Kids Disease Child Disease Encyclopedia
Illustration representing Turner Syndrome (45,X)
Moderate Chromosomal Aneuploidies & Structural Anomalies

Turner Syndrome (45,X)

Sex Chromosome Aneuploidy Syndrome (Monosomy X)

Primary risk age: Infancy through Adolescence (Often diagnosed in infancy due to physical features, or in adolescence due to short stature/amenorrhea; affects girls)

Urgency
Moderate
Typical age
Infancy through Adolescence (Often diagnosed in infancy due to physical features, or in adolescence due to short stature/amenorrhea; affects girls)
Body system
Genetic & Chromosomal

Typical course: This is a lifelong chromosomal genetic condition requiring active management during growth and transition to adulthood.

Reviewed against AAP · CDC · WHO · NHS guidance Last reviewed 2026-06-13

1. Summary & Pathophysiology

Sex Chromosome Aneuploidy Syndrome (Monosomy X)

Pathophysiology (Development Path)

The lack of the second sex chromosome leads to the accelerated loss of oocytes in fetal ovaries, resulting in "streak ovaries" and estrogen deficiency. A deficiency in the SHOX gene on the X chromosome causes short stature and skeletal anomalies.

Primary Causes & Etiology

Loss of one of the sex chromosomes (X chromosome) during gametogenesis or early mitotic division, resulting in a 45,X karyotype (or mosaicism).

2. Symptom Continuum

  1. Early Onset Signs

    Lymphedema (swelling) of the hands and feet at birth, a webbed neck (cystic hygroma remnant), a low posterior hairline, and a broad chest with widely spaced nipples.

  2. Progressive Phase

    Progressive growth failure leading to short stature (typically apparent by age 5). Normal intelligence but potential difficulty with spatial processing.

  3. Severe Indicators

    Primary amenorrhea (failure to start periods) and lack of breast development due to ovarian dysgenesis (gonadal streak). Congenital heart anomalies, particularly Coarctation of the Aorta and bicuspid aortic valve.

3. Clinical Verification

Confirmed by chromosomal karyotype analysis showing a 45,X configuration or mosaic variant.

4. Care & Elements Plan

Primary Care Treatment Plan

Initiate recombinant growth hormone therapy in early childhood to maximize adult height. Begin estrogen replacement therapy around age 11-12 to induce puberty, breast development, and support bone health, transitioning to cyclic progesterone.

Home Support Elements

Monitor growth closely using specialized Turner syndrome growth charts.
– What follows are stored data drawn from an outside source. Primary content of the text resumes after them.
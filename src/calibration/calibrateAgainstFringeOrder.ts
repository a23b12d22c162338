import { requireNumber } from '../guards/requireNumber.ts';
import { VISIBLE_WAVELENGTH_RANGE_NM } from '../optics/readingDefaults.ts';
import { isIndistinguishableFromZero } from '../uncertainty/isIndistinguishableFromZero.ts';
import { propagatePowerProduct } from '../uncertainty/propagatePowerProduct.ts';
import type { PowerFactor } from '../uncertainty/propagatePowerProduct.ts';
import { requireMeasured } from '../uncertainty/requireMeasured.ts';
import type { Measured } from '../uncertainty/Measured.ts';
import type { FringeValueCalibration } from './FringeValueCalibration.ts';

/**
 * Common tail of the single-specimen calibrations: fσ = c·Π xᵢ^pᵢ / N, with GUM propagation,
 * or undefined when N is within 2·u(N) of zero. Geometry and load factors must be positive.
 *
 * @example
 * calibrateAgainstFringeOrder('fσ = P/(w·N)', 1, [
 *   { field: 'loadN', measured: { value: 600, uncertainty: 3 }, exponent: 1 },
 *   { field: 'widthMm', measured: { value: 12, uncertainty: 0.02 }, exponent: -1 },
 * ], { value: 4.6, uncertainty: 0.02 }, 577);
 * // { defined: true, fringeValueNPerMm: { value: 10.870, uncertainty: 0.0743 }, wavelengthNm: 577, formula: 'fσ = P/(w·N)' }
 */
export function calibrateAgainstFringeOrder(
  formula: string,
  constant: number,
  factors: readonly PowerFactor[],
  fringeOrder: Measured,
  wavelengthNm: number,
): FringeValueCalibration {
  const lambda = requireNumber('wavelengthNm', wavelengthNm, VISIBLE_WAVELENGTH_RANGE_NM);
  const n = requireMeasured('fringeOrder', fringeOrder, { min: 0 });
  for (const f of factors) requireMeasured(f.field, f.measured, { above: 0 });
  if (isIndistinguishableFromZero(n)) {
    return {
      defined: false,
      reason: `fringe order ${n.value} ± ${n.uncertainty} cannot be told from zero at k = 2; load the specimen further`,
      wavelengthNm: lambda,
    };
  }
  const fringeValueNPerMm = propagatePowerProduct(constant, [...factors, { field: 'fringeOrder', measured: n, exponent: -1 }]);
  return { defined: true, fringeValueNPerMm, wavelengthNm: lambda, formula };
}
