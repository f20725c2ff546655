// The page's reader of the hub's compact `nodes` event, against the real hub: what the page decodes
// must be, number for number, what was published (the bus contract's exposure fields the page
// shows). The hub's writer is the other side of the same documented format (sse.ts file comment).
import { EventEmitter } from 'node:events';
import type { IncomingMessage, ServerResponse } from 'node:http';
import { describe, expect, it } from 'vitest';
import type { ExposureMsg } from '@keelson/shared-types';
import { NODE_METRICS, SseHub } from '@keelson/http';
import { DemoBook } from '../demo/scenario.ts';

interface Dict {
  keys: (string | undefined)[];
  reset(): void;
}
const wire = (await import('../static/js/wire.js' as string)) as {
  ROW_METRICS: string[];
  NodeDictionary: new () => Dict;
  decodeNodes(payload: unknown, dict: Dict): { list: Record<string, unknown>[]; problems: string[] };
};

/** Collects what the hub writes and splits it into events (WHATWG server-sent events framing). */
class Capture extends EventEmitter {
  text = '';
  destroyed = false;
  writableEnded = false;
  socket = undefined;
  writeHead(): this {
    return this;
  }
  write(chunk: string): boolean {
    this.text += chunk;
    return true;
  }
  end(): void {
    this.writableEnded = true;
  }
  events(): { event: string; data: string }[] {
    return this.text
      .split('\n\n')
      .filter((block) => block.includes('data: '))
      .map((block) => {
        const lines = block.split('\n');
        return {
          event: lines.find((l) => l.startsWith('event: '))?.slice(7) ?? 'message',
          data: lines.find((l) => l.startsWith('data: '))!.slice(6),
        };
      });
  }
}

const shown = (e: ExposureMsg): Record<string, unknown> => ({
  type: 'exposure',
  nodeKey: e.nodeKey,
  asOf: e.asOf,
  pv: e.pv,
  pnl: e.pnl,
  delta: e.delta,
  cashDelta: e.cashDelta,
  gamma: e.gamma,
  cashGamma: e.cashGamma,
  vega: e.vega,
  theta: e.theta,
  rho: e.rho,
  positions: e.positions,
  stale: e.stale,
  unpriced: e.unpriced,
});

function connect(hub: SseHub): Capture {
  const res = new Capture();
  hub.handle({ method: 'GET' } as IncomingMessage, res as unknown as ServerResponse);
  return res;
}

describe('compact nodes event, hub to page', () => {
  it('names the same fields in the same order on both sides', () => {
    expect(wire.ROW_METRICS).toEqual([...NODE_METRICS]);
  });

  it('decodes to exactly the exposures published, tick after tick, and again after a reconnect', () => {
    const hub = new SseHub({ flushIntervalMs: 60_000, now: () => 0 });
    const book = new DemoBook({ seed: 3 });
    book.setStale('TERN', true);
    const res = connect(hub);
    const dict = new wire.NodeDictionary();
    let seen = 0;
    const decodeNew = (r: Capture, d: Dict): Record<string, unknown>[] => {
      const events = r.events().slice(seen);
      seen += events.length;
      const out: Record<string, unknown>[] = [];
      for (const ev of events) {
        if (ev.event === 'state') d.reset();
        if (ev.event !== 'nodes') continue;
        const { list, problems } = wire.decodeNodes(JSON.parse(ev.data), d);
        expect(problems).toEqual([]);
        out.push(...list);
      }
      return out;
    };
    for (let t = 0; t < 3; t++) {
      book.tick(100);
      const published = book.exposures();
      for (const e of published) hub.publishExposure(e);
      hub.flushAll();
      expect(decodeNew(res, dict)).toEqual(published.map(shown));
    }
    // The stale underlying shows on its nodes, and only there.
    expect(
      book
        .exposures()
        .filter((e) => e.stale)
        .map((e) => e.nodeKey),
    ).toContain('underlying=TERN');

    res.emit('close');
    const again = connect(hub);
    seen = 0;
    book.tick(100);
    const published = book.exposures();
    for (const e of published) hub.publishExposure(e);
    hub.flushAll();
    // The same dictionary object, reset by the new connection's state event.
    expect(decodeNew(again, dict)).toEqual(published.map(shown));
    hub.close();
  });

  it('leaves out only the rows it cannot read, naming the field', () => {
    const dict = new wire.NodeDictionary();
    // Four rows of nine doubles: 1..36, little-endian (node's Buffer, RFC 4648 base64).
    const doubles = Buffer.alloc(4 * 9 * 8);
    for (let i = 0; i < 36; i++) doubles.writeDoubleLE(i + 1, i * 8);
    const { list, problems } = wire.decodeNodes(
      {
        keys: [[0, 'firm']],
        asOf: ['2026-03-02T14:30:00.000Z'],
        rows: [
          [0, 0, 8, 0],
          [9, 0, 8, 0],
          [0, 3, 8, 0],
          [0, 0, 1],
        ],
        metrics: doubles.toString('base64'),
        unpriced: [],
      },
      dict,
    );
    expect(list.map((e) => [e.nodeKey, e.pv, e.rho, e.positions])).toEqual([['firm', 1, 9, 8]]);
    expect(problems).toEqual([
      'nodes.rows[1][0]: id 9 was never named on this connection',
      "nodes.rows[2][1]: asOf index 3 outside the event's table of 1",
      'nodes.rows[3]: expected [id, asOfIndex, positions, stale]',
    ]);
    expect(wire.decodeNodes({ rows: 'x', asOf: [] }, dict).problems).toEqual(['nodes.rows: not an array']);
    expect(
      wire.decodeNodes({ rows: [[0, 0, 1, 0]], asOf: ['x'], metrics: doubles.toString('base64') }, dict)
        .problems,
    ).toEqual(['nodes.metrics: 288 bytes for 1 rows, expected 72']);
  });
});
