// The demo book keeps its parent nodes the way the engine does, by adding each leaf's change to
// the nodes that hold it. Summation is the check (common practice: a parent's additive Greeks are
// the sums of its children's, no source needed): after many ticks every parent must still equal
// the sum of its leaves, up to the rounding a running sum collects.
import { describe, expect, it } from 'vitest';
import type { ExposureMsg } from '@keelson/shared-types';
import { DemoBook } from '../demo/scenario.ts';

const ADDITIVE = ['pv', 'pnl', 'cashDelta', 'cashGamma', 'vega', 'theta', 'rho'] as const;

function leavesOf(all: ExposureMsg[], parent: ExposureMsg): ExposureMsg[] {
  return all.filter(
    (e) =>
      e.node.underlying !== undefined &&
      e.node.desk !== undefined &&
      (parent.node.desk === undefined || e.node.desk === parent.node.desk) &&
      (parent.node.book === undefined || e.node.book === parent.node.book) &&
      (parent.node.underlying === undefined || e.node.underlying === parent.node.underlying),
  );
}

describe('demo book', () => {
  it('keeps every parent the sum of its leaves over many ticks', () => {
    const book = new DemoBook({ seed: 9 });
    for (let i = 0; i < 2_000; i++) book.tick(100);
    book.bumpVega('HERON', 12_345);
    const all = book.exposures();
    const parents = all.filter((e) => e.node.underlying === undefined || e.node.desk === undefined);
    expect(parents.map((p) => p.nodeKey)).toContain('firm');
    for (const p of parents) {
      const leaves = leavesOf(all, p);
      expect(leaves.length).toBeGreaterThan(0);
      for (const m of ADDITIVE) {
        const sum = leaves.reduce((s, l) => s + l[m], 0);
        expect(Math.abs(p[m] - sum)).toBeLessThanOrEqual(1e-9 * Math.max(1, Math.abs(sum)));
      }
      expect(p.positions).toBe(leaves.reduce((s, l) => s + l.positions, 0));
      // Units of one underlying add only where the node fixes one (contract: null elsewhere).
      if (p.node.underlying === undefined) expect(p.delta).toBeNull();
      else
        expect(p.delta).toBeCloseTo(
          leaves.reduce((s, l) => s + l.delta!, 0),
          6,
        );
    }
  });

  it('marks stale exactly the nodes that hold the stale underlying, and clears them again', () => {
    const book = new DemoBook({ seed: 9 });
    book.setStale('TERN', true);
    book.setStale('TERN', true); // twice is once
    const all = book.exposures();
    const holding = all.filter((e) => leavesOf(all, e).some((l) => l.node.underlying === 'TERN'));
    expect(holding.map((e) => e.nodeKey)).toContain('underlying=TERN');
    expect(all.filter((e) => e.stale).map((e) => e.nodeKey)).toEqual(holding.map((e) => e.nodeKey));
    book.setStale('TERN', false);
    expect(book.exposures().filter((e) => e.stale)).toEqual([]);
  });
});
Support self-esteem and address learning concerns related to spatial skills.

Generic Active Ingredients (No Brands)

  • Somatropin (generic recombinant growth hormone active ingredient)
  • Estradiol (generic active estrogen replacement ingredient)
  • Progesterone (generic active progestin hormone).

Lists active elements only. Never administer self-designed therapies.

5. Doctor Critical Lines

Critical Thresholds: When to See a Doctor

Seek evaluation if a girl has unexplained short stature, lack of pubertal development, or if newborn features like webbed neck or swollen feet were present.

6. Vaccine & Prevention

Routine Prophylaxis (Prevention)

No preventative measures exist, as this is a random genetic nondisjunction event.

Immunization Context

No specific immunizations are associated with this chromosomal condition.

7. Timelines & Outlook

Active Timeline

This is a lifelong chromosomal genetic condition requiring active management during growth and transition to adulthood.

Expected Prognosis

Good. With growth hormone and estrogen therapy, girls can achieve normal height ranges and lead fulfilling lives, though fertility is generally absent (except via assisted reproduction).

Potential Untreated Complications

Coarctation of the aorta, aortic dissection, hypertension, horseshoe kidney, hypothyroidism, osteoporosis, and hearing loss.